*** Opening SUPPLIED RECORDS ***

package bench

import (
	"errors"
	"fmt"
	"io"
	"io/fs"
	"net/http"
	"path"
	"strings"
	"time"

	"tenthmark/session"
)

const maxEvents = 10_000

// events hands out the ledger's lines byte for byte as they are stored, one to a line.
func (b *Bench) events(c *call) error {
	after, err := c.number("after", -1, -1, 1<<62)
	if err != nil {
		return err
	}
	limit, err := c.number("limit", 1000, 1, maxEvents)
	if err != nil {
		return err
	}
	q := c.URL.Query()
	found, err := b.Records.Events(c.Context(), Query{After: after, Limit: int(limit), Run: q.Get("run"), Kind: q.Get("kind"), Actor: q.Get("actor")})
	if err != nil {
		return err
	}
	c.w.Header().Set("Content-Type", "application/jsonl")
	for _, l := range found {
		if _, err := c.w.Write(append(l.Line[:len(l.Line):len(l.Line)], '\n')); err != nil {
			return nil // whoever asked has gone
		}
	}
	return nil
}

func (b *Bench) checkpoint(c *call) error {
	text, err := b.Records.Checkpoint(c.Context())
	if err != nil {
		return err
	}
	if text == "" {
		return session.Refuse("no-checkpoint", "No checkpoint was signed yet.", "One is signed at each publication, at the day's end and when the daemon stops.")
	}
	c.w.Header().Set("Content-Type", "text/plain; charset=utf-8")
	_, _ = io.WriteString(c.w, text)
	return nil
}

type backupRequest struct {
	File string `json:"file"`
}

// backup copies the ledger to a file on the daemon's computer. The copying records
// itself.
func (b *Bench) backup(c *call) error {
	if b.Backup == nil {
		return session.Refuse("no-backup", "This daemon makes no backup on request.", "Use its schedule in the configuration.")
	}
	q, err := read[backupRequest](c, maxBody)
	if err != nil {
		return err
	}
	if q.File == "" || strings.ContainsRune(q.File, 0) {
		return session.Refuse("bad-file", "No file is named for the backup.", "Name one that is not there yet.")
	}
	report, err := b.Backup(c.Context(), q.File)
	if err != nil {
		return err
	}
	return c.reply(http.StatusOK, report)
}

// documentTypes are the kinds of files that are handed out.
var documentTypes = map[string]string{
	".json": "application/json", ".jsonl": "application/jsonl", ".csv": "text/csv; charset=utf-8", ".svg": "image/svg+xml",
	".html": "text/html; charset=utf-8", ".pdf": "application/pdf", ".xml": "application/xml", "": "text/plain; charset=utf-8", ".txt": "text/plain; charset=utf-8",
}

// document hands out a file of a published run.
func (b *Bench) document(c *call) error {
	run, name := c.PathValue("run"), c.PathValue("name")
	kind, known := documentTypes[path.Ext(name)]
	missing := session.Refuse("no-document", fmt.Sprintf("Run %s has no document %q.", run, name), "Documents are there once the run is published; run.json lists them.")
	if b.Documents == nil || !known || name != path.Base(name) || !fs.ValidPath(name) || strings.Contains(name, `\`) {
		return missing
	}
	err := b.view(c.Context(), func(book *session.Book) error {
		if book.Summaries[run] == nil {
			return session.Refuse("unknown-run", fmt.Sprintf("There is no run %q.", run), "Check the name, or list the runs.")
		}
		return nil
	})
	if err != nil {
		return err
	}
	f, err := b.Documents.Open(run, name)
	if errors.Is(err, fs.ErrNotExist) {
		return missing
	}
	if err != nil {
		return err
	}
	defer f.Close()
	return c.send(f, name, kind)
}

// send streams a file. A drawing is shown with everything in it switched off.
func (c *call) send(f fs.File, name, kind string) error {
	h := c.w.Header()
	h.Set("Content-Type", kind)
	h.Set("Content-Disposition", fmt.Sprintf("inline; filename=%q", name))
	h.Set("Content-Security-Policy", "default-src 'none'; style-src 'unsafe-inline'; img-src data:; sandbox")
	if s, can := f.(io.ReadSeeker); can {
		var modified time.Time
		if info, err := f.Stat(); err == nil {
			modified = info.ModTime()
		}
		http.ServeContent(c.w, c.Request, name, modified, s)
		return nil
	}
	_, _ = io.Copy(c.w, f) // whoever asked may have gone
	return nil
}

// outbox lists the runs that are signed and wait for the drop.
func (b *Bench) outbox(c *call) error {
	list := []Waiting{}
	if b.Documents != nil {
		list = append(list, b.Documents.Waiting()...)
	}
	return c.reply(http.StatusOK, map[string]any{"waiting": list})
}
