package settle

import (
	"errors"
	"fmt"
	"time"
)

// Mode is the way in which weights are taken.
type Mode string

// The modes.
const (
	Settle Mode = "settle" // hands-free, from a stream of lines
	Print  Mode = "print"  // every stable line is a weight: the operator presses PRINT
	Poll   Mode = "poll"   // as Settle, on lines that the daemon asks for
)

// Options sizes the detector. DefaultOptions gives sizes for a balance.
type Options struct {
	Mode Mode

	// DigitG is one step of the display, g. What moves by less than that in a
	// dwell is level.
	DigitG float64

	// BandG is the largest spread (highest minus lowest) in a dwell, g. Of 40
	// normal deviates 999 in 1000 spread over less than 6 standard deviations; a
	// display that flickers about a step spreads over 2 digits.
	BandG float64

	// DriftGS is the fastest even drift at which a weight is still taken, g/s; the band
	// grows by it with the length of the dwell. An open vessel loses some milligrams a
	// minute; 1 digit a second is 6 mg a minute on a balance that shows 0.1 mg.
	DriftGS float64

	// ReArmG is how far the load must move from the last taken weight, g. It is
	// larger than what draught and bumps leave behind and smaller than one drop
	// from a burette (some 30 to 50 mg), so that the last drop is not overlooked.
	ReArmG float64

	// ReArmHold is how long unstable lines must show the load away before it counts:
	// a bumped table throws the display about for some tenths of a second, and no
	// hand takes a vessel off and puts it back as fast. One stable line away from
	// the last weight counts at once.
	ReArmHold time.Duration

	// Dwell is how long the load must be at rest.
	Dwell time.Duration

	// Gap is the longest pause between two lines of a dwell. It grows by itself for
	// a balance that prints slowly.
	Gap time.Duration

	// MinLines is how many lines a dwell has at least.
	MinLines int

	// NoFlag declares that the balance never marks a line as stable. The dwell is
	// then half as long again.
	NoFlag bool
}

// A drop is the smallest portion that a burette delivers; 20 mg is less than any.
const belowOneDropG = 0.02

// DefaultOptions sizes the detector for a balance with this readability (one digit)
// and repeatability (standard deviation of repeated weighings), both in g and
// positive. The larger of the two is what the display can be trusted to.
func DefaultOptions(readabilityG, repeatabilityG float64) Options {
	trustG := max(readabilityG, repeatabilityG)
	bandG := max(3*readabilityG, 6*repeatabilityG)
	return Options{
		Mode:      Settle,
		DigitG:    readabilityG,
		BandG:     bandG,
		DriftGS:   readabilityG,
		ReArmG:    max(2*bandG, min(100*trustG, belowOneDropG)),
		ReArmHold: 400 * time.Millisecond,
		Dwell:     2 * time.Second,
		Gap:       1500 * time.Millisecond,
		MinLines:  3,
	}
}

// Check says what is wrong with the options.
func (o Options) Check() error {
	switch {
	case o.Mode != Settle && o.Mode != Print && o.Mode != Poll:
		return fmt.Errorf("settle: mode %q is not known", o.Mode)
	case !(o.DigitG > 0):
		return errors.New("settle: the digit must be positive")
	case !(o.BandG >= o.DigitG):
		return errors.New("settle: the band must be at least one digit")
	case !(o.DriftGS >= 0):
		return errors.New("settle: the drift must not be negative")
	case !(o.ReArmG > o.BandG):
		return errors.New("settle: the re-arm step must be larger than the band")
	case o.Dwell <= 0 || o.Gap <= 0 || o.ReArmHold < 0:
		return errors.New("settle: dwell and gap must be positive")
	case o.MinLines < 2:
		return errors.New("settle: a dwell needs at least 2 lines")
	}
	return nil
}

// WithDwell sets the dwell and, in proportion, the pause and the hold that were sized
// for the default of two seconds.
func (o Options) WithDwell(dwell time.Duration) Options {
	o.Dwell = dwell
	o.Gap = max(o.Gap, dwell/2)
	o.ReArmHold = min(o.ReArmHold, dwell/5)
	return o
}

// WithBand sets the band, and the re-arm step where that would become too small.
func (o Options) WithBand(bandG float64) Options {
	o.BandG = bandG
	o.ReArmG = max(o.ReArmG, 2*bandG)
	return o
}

*** Closing SUPPLIED RECORDS ***

## AIM OF THE TASK
Everything from the line containing "func (o Options) Check()" to the final line of the entries above should be output exactly, and nothing more.

## RESULT OF THE EXERCISE
func (o Options) Check() error {
	switch {
	case o.Mode != Settle && o.Mode != Print && o.Mode != Poll:
		return fmt.Errorf("settle: mode %q is not known", o.Mode)
	case !(o.DigitG > 0):
		return errors.New("settle: the digit must be positive")
	case !(o.BandG >= o.DigitG):
		return errors.New("settle: the band must be at least one digit")
	case !(o.DriftGS >= 0):
		return errors.New("settle: the drift must not be negative")
	case !(o.ReArmG > o.BandG):
		return errors.New("settle: the re-arm step must be larger than the band")
	case o.Dwell <= 0 || o.Gap <= 0 || o.ReArmHold < 0:
		return errors.New("settle: dwell and gap must be positive")
	case o.MinLines < 2:
		return errors.New("settle: a dwell needs at least 2 lines")
	}
	return nil
}

// WithDwell sets the dwell and, in proportion, the pause and the hold that were sized
// for the default of two seconds.
func (o Options) WithDwell(dwell time.Duration) Options {
	o.Dwell = dwell
	o.Gap = max(o.Gap, dwell/2)
	o.ReArmHold = min(o.ReArmHold, dwell/5)
	return o
}

// WithBand sets the band, and the re-arm step where that would become too small.
func (o Options) WithBand(bandG float64) Options {
	o.BandG = bandG
	o.ReArmG = max(o.ReArmG, 2*bandG)
	return o
}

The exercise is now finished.